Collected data
+===+

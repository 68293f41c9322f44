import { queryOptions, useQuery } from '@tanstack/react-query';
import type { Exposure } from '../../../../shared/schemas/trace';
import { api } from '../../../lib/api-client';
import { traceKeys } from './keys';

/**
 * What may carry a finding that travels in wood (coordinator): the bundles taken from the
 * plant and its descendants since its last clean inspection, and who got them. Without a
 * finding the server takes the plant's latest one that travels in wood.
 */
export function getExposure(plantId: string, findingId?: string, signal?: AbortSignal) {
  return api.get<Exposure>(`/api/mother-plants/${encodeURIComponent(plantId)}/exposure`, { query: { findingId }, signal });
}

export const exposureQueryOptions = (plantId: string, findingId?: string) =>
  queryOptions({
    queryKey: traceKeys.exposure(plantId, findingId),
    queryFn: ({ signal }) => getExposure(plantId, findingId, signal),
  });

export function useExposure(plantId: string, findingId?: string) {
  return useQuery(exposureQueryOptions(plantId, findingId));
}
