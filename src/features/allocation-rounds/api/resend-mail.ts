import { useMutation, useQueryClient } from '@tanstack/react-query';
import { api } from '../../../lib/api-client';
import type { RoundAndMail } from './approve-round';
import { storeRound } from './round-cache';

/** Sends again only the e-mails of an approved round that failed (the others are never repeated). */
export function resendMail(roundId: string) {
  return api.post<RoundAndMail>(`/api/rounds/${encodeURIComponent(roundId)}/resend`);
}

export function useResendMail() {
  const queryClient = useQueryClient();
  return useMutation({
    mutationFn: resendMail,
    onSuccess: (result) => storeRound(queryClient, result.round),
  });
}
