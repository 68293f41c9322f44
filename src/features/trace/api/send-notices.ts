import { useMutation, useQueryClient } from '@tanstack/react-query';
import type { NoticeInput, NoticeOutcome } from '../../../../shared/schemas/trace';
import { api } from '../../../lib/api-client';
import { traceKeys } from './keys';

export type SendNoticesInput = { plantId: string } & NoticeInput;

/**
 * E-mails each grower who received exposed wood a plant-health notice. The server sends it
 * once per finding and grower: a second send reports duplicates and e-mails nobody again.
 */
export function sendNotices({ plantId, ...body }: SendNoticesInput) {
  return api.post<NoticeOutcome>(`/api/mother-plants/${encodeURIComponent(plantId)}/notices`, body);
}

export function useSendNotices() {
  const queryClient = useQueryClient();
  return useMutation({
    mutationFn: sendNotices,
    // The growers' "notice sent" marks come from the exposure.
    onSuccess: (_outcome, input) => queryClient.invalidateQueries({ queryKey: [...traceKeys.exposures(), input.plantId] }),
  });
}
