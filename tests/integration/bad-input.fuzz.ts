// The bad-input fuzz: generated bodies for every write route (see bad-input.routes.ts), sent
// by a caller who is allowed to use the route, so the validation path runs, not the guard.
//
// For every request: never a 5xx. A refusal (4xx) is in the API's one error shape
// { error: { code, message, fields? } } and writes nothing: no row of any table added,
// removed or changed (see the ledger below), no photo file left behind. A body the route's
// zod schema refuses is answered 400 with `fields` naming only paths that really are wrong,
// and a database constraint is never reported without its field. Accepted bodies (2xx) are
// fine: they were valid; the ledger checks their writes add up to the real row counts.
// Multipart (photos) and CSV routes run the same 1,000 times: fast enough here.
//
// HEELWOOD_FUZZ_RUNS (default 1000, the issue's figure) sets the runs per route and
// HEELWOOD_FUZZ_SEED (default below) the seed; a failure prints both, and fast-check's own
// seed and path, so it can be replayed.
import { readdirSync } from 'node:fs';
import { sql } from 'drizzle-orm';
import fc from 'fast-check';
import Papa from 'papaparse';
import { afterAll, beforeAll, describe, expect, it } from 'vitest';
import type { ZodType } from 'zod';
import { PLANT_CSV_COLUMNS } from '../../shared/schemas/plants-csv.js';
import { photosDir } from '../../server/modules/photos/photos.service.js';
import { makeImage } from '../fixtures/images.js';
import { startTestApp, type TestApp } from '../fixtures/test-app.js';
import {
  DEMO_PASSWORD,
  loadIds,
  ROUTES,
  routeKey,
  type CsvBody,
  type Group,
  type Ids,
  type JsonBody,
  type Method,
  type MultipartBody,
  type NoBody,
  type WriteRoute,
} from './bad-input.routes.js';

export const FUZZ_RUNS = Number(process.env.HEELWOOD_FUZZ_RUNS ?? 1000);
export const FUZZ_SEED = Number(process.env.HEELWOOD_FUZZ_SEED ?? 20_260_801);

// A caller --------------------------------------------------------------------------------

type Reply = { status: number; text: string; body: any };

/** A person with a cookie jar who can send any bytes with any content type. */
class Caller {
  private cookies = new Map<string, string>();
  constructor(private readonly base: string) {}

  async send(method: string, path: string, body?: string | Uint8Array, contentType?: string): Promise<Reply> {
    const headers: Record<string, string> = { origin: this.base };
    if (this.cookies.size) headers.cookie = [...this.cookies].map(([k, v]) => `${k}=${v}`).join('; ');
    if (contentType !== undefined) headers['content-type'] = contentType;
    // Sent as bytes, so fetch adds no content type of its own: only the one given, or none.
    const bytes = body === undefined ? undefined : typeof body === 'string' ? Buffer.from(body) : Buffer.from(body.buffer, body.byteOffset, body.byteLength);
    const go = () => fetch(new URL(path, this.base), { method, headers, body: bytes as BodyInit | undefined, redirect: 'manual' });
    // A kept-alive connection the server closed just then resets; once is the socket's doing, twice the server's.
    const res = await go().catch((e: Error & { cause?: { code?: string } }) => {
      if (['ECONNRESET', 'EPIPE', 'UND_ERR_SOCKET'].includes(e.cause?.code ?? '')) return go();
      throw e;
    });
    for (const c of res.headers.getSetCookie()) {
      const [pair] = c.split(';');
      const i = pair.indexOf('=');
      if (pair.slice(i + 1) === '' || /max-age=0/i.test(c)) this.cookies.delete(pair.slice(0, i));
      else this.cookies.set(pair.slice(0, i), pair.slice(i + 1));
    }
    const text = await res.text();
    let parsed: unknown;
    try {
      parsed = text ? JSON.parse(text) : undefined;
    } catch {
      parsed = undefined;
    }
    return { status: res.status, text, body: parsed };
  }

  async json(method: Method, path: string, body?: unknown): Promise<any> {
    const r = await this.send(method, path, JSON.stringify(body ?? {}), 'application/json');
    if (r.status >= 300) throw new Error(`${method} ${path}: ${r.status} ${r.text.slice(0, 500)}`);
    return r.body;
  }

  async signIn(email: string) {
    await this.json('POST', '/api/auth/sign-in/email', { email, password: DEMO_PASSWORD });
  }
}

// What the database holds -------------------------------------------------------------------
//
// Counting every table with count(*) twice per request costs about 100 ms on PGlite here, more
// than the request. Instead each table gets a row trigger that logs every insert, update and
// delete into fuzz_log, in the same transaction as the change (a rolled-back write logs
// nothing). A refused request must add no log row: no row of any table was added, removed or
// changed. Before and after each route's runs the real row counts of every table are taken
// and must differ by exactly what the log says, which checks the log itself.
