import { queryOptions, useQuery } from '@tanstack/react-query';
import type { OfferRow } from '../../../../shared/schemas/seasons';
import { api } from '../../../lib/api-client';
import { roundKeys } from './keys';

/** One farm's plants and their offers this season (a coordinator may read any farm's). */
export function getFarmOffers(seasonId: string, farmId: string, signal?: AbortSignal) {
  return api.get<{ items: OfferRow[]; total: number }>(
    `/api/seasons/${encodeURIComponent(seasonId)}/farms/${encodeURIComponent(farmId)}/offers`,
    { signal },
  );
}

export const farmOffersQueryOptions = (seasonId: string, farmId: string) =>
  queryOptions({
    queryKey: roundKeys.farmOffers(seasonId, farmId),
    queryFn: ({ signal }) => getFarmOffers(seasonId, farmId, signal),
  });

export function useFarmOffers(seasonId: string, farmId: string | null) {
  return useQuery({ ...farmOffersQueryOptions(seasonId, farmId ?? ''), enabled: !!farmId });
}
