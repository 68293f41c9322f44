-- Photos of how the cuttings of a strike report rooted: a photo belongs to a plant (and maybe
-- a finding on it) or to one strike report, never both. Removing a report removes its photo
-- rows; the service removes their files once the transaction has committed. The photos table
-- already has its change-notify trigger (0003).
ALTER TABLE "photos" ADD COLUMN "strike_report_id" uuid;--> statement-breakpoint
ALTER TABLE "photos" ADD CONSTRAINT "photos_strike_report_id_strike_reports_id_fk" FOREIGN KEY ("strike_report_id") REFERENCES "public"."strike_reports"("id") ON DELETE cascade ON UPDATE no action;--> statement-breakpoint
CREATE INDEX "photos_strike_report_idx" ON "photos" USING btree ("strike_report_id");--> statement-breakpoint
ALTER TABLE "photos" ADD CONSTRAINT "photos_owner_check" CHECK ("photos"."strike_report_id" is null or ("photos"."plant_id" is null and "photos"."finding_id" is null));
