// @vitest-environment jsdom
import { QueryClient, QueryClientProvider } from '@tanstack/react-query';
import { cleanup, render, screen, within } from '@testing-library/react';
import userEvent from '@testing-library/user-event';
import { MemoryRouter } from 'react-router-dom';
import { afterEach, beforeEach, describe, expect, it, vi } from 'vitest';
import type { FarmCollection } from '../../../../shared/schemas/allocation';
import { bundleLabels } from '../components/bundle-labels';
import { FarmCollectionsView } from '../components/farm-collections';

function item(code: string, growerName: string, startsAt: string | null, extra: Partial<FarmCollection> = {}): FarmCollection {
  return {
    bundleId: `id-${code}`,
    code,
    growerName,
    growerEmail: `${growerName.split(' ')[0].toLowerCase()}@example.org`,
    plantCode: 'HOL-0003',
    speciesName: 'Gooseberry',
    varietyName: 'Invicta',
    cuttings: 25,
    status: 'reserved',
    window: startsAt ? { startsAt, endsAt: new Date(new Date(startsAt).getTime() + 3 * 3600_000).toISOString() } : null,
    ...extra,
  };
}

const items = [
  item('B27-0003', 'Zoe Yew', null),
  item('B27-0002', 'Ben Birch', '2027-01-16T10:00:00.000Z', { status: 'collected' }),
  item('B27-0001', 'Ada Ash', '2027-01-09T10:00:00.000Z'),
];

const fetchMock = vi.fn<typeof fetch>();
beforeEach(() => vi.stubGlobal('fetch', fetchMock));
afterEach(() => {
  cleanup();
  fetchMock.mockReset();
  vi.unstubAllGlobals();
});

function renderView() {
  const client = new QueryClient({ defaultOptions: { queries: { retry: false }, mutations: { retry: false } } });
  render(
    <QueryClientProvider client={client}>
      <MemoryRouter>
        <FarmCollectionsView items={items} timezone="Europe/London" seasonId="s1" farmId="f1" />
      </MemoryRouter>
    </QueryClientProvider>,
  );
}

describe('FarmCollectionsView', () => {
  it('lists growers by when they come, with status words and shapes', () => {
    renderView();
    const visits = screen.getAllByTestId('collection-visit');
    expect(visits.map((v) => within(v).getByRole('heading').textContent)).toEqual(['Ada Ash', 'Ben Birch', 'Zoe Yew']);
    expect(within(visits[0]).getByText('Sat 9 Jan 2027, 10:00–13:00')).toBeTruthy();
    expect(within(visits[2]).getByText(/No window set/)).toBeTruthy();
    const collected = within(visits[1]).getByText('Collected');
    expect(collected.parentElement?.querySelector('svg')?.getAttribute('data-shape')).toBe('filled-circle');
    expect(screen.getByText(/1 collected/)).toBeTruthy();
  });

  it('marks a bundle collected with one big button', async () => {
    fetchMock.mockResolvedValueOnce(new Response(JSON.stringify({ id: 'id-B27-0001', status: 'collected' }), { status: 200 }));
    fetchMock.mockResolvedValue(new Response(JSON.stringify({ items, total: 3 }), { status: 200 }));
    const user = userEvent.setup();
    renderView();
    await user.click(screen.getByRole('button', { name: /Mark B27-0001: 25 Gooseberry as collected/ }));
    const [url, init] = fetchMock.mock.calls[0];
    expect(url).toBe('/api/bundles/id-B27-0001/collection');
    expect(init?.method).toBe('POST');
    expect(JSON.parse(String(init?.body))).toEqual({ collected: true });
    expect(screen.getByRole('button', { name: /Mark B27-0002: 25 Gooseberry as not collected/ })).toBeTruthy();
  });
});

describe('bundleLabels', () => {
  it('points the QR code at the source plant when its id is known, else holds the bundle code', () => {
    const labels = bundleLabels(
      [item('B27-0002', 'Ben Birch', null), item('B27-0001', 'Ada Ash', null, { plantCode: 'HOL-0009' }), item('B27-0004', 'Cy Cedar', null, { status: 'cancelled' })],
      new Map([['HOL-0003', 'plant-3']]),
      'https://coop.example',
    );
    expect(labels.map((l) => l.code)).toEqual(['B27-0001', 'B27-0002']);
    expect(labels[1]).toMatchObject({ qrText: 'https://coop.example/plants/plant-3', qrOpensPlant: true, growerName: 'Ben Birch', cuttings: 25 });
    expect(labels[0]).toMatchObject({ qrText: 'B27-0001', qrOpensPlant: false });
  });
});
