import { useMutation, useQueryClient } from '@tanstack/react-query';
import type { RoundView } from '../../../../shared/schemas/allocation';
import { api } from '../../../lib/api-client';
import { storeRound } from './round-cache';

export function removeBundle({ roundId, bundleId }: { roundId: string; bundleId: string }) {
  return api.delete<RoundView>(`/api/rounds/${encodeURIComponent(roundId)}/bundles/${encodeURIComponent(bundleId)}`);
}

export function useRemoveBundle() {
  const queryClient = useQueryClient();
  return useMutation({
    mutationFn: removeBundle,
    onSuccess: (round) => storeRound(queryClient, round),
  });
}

+===+

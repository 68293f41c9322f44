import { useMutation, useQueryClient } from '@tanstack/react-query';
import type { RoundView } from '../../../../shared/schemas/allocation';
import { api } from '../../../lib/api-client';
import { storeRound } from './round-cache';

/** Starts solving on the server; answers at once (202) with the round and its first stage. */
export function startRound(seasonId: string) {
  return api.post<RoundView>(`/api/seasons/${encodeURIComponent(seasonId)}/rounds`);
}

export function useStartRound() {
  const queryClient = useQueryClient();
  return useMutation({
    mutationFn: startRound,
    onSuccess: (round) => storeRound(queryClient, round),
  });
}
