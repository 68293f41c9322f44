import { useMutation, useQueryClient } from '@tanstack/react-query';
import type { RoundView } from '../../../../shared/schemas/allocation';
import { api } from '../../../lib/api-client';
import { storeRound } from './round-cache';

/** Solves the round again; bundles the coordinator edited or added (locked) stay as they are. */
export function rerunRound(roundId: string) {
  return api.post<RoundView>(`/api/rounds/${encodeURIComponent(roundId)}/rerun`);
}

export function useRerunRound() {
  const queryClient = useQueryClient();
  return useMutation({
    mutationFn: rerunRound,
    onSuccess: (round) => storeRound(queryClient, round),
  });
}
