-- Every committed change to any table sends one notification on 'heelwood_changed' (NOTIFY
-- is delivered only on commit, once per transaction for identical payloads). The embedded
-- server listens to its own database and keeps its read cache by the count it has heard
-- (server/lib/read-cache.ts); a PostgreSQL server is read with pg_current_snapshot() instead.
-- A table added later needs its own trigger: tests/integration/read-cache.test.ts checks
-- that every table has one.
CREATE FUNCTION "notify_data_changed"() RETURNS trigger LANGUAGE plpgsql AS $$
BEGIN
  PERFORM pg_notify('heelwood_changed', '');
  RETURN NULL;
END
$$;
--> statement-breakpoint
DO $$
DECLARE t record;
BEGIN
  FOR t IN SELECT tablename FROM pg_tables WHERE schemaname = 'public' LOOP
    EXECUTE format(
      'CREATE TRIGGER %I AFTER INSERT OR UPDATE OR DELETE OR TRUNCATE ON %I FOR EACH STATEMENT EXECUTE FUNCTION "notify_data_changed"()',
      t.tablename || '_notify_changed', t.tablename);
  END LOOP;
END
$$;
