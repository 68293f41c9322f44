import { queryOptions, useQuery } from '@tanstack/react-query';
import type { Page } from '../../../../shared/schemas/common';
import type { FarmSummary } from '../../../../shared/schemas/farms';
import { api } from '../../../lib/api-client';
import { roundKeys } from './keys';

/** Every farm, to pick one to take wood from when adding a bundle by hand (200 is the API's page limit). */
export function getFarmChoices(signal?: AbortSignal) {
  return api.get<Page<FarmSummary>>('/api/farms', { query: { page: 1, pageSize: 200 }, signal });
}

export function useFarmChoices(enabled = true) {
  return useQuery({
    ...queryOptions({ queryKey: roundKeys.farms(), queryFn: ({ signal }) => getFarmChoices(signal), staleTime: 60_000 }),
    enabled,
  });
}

+===+

TASK
Look above for the line containing "if (this.cookies.size) headers.cookie". Output from there through the line containing "given, or none.", exactly and inclusively.

SOLUTION BELOW
    if (this.cookies.size) headers.cookie = [...this.cookies].map(([k, v]) => `${k}=${v}`).join('; ');
    if (contentType !== undefined) headers['content-type'] = contentType;
    // Sent as bytes, so fetch adds no content type of its own: only the one given, or none.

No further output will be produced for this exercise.